--- Data for review Enclosed Below ---

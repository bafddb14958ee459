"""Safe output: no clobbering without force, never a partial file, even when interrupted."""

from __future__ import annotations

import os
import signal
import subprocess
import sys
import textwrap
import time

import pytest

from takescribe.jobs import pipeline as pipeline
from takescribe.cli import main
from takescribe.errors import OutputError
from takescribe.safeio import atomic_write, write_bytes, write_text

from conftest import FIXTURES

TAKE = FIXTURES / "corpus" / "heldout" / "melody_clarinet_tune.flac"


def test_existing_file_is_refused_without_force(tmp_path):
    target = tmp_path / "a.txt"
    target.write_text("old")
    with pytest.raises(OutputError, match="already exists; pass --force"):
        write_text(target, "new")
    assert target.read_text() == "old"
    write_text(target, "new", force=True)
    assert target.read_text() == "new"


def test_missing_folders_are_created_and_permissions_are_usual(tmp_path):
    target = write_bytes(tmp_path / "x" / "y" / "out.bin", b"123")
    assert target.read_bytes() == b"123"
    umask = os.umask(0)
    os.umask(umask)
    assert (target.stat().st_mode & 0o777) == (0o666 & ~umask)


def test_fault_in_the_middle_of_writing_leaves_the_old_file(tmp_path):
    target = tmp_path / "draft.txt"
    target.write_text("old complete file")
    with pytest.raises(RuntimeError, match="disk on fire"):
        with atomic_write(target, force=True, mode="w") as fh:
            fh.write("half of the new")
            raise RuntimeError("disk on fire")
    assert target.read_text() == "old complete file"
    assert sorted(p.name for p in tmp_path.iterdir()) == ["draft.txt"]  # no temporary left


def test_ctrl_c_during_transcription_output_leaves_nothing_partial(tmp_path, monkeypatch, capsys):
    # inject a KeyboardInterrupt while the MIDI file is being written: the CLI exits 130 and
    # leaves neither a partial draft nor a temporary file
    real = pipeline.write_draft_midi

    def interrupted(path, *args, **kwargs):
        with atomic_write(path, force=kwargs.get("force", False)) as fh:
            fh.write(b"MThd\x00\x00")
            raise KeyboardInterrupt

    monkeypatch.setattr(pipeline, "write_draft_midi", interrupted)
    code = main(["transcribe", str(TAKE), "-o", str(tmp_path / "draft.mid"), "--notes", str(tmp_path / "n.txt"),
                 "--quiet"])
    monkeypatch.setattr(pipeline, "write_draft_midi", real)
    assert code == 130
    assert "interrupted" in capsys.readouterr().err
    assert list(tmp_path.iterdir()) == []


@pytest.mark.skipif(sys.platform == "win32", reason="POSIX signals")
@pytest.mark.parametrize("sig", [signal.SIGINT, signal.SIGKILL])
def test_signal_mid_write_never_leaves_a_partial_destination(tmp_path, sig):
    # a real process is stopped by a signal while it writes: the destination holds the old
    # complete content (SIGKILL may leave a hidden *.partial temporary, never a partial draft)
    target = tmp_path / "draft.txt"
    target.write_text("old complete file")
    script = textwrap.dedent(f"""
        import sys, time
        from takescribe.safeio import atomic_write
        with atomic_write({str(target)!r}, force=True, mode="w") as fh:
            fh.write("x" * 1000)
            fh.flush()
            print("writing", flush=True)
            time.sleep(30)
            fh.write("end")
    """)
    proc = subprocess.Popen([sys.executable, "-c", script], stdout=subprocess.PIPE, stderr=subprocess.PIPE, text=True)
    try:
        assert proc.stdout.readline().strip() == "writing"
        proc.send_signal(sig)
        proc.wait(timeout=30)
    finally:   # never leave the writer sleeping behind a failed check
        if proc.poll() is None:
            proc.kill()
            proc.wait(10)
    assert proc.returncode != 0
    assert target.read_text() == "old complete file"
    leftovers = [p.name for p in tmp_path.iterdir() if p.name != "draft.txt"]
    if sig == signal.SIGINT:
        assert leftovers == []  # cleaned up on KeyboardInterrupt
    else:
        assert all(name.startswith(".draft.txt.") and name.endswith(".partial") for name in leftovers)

--- End of Enclosed Data for review ---

Copy the lines above exactly, leaving every word as it is.

→ Answer to the problem
repository bafddb14958ee459
"""Safe output: no clobbering without force, never a partial file, even when interrupted."""

from __future__ import annotations

import os
import signal
import subprocess
import sys
import textwrap
import time

import pytest

from takescribe.jobs import pipeline as pipeline
from takescribe.cli import main
from takescribe.errors import OutputError
from takescribe.safeio import atomic_write, write_bytes, write_text

from conftest import FIXTURES

TAKE = FIXTURES / "corpus" / "heldout" / "melody_clarinet_tune.flac"


def test_existing_file_is_refused_without_force(tmp_path):
    target = tmp_path / "a.txt"
    target.write_text("old")
    with pytest.raises(OutputError, match="already exists; pass --force"):
        write_text(target, "new")
    assert target.read_text() == "old"
    write_text(target, "new", force=True)
    assert target.read_text() == "new"


def test_missing_folders_are_created_and_permissions_are_usual(tmp_path):
    target = write_bytes(tmp_path / "x" / "y" / "out.bin", b"123")
    assert target.read_bytes() == b"123"
    umask = os.umask(0)
    os.umask(umask)
    assert (target.stat().st_mode & 0o777) == (0o666 & ~umask)


def test_fault_in_the_middle_of_writing_leaves_the_old_file(tmp_path):
    target = tmp_path / "draft.txt"
    target.write_text("old complete file")
    with pytest.raises(RuntimeError, match="disk on fire"):
        with atomic_write(target, force=True, mode="w") as fh:
            fh.write("half of the new")
            raise RuntimeError("disk on fire")
    assert target.read_text() == "old complete file"
    assert sorted(p.name for p in tmp_path.iterdir()) == ["draft.txt"]  # no temporary left


def test_ctrl_c_during_transcription_output_leaves_nothing_partial(tmp_path, monkeypatch, capsys):
    # inject a KeyboardInterrupt while the MIDI file is being written: the CLI exits 130 and
    # leaves neither a partial draft nor a temporary file
    real = pipeline.write_draft_midi

    def interrupted(path, *args, **kwargs):
        with atomic_write(path, force=kwargs.get("force", False)) as fh:
            fh.write(b"MThd\x00\x00")
            raise KeyboardInterrupt

    monkeypatch.setattr(pipeline, "write_draft_midi", interrupted)
    code = main(["transcribe", str(TAKE), "-o", str(tmp_path / "draft.mid"), "--notes", str(tmp_path / "n.txt"),
                 "--quiet"])
    monkeypatch.setattr(pipeline, "write_draft_midi", real)
    assert code == 130
    assert "interrupted" in capsys.readouterr().err
    assert list(tmp_path.iterdir()) == []


@pytest.mark.skipif(sys.platform == "win32", reason="POSIX signals")
@pytest.mark.parametrize("sig", [signal.SIGINT, signal.SIGKILL])
def test_signal_mid_write_never_leaves_a_partial_destination(tmp_path, sig):
    # a real process is stopped by a signal while it writes: the destination holds the old
    # complete content (SIGKILL may leave a hidden *.partial temporary, never a partial draft)
    target = tmp_path / "draft.txt"
    target.write_text("old complete file")
    script = textwrap.dedent(f"""
        import sys, time
        from takescribe.safeio import atomic_write
        with atomic_write({str(target)!r}, force=True, mode="w") as fh:
            fh.write("x" * 1000)
            fh.flush()
            print("writing", flush=True)
            time.sleep(30)
            fh.write("end")
    """)
    proc = subprocess.Popen([sys.executable, "-c", script], stdout=subprocess.PIPE, stderr=subprocess.PIPE, text=True)
    try:
        assert proc.stdout.readline().strip() == "writing"
        proc.send_signal(sig)
        proc.wait(timeout=30)
    finally:   # never leave the writer sleeping behind a failed check
        if proc.poll() is None:
            proc.kill()
            proc.wait(10)
    assert proc.returncode != 0
    assert target.read_text() == "old complete file"
    leftovers = [p.name for p in tmp_path.iterdir() if p.name != "draft.txt"]
    if sig == signal.SIGINT:
        assert leftovers == []  # cleaned up on KeyboardInterrupt
    else:
        assert all(name.startswith(".draft.txt.") and name.endswith(".partial") for name in leftovers)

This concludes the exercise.